Exercise details:
Only the lines from the one containing "var out []Compound" through the last line below should be written out, exactly and with both ends kept.

(Data excerpts)
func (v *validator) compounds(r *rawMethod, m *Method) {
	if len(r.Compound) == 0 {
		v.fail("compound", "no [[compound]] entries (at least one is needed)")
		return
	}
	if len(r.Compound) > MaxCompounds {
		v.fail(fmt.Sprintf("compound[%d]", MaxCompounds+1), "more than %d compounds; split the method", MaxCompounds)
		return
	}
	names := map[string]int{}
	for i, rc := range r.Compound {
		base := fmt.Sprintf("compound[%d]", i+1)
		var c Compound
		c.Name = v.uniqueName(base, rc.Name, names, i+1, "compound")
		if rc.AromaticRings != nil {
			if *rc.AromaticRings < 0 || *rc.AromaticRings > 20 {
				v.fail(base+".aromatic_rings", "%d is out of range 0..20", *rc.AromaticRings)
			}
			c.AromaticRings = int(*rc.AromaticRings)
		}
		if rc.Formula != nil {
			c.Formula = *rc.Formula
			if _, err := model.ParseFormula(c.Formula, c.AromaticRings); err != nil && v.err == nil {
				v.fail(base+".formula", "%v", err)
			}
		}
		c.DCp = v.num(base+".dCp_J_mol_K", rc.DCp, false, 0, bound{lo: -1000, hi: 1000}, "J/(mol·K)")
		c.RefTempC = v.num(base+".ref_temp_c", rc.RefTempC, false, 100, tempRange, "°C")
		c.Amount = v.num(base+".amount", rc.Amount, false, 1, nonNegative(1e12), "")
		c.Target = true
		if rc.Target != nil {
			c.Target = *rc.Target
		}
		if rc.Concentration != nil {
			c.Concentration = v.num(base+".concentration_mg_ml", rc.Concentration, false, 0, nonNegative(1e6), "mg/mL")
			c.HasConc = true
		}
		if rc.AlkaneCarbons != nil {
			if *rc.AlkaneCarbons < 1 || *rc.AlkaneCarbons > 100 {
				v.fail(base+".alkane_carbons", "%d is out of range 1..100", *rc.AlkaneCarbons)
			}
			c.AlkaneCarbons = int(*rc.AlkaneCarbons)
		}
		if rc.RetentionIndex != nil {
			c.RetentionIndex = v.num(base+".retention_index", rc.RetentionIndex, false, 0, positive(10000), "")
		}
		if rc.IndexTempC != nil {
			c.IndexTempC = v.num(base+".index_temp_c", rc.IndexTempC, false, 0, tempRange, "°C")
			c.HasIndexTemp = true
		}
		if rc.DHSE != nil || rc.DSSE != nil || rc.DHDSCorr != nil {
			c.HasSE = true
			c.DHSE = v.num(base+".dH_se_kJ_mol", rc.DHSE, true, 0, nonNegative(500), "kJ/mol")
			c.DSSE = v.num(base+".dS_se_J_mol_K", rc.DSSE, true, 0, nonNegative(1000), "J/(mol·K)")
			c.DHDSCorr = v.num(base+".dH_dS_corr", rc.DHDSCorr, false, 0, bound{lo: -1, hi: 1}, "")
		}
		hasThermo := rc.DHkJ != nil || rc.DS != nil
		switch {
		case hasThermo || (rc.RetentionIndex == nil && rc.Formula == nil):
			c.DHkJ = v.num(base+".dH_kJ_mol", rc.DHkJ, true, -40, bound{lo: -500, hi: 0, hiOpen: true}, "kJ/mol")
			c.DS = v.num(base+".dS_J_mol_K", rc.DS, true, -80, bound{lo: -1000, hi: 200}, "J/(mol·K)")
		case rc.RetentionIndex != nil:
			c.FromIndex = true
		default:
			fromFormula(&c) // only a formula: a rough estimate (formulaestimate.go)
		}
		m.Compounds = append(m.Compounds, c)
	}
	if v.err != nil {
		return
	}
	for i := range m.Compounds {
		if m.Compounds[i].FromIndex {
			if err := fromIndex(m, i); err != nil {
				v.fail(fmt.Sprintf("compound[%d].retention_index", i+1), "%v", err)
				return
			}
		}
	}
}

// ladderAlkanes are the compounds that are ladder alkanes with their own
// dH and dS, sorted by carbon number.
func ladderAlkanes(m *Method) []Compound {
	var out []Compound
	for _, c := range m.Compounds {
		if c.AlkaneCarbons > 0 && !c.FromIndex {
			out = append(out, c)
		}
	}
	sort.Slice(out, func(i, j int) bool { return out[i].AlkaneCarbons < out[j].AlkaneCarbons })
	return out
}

Your response:
	var out []Compound
	for _, c := range m.Compounds {
		if c.AlkaneCarbons > 0 && !c.FromIndex {
			out = append(out, c)
		}
	}
	sort.Slice(out, func(i, j int) bool { return out[i].AlkaneCarbons < out[j].AlkaneCarbons })
	return out
}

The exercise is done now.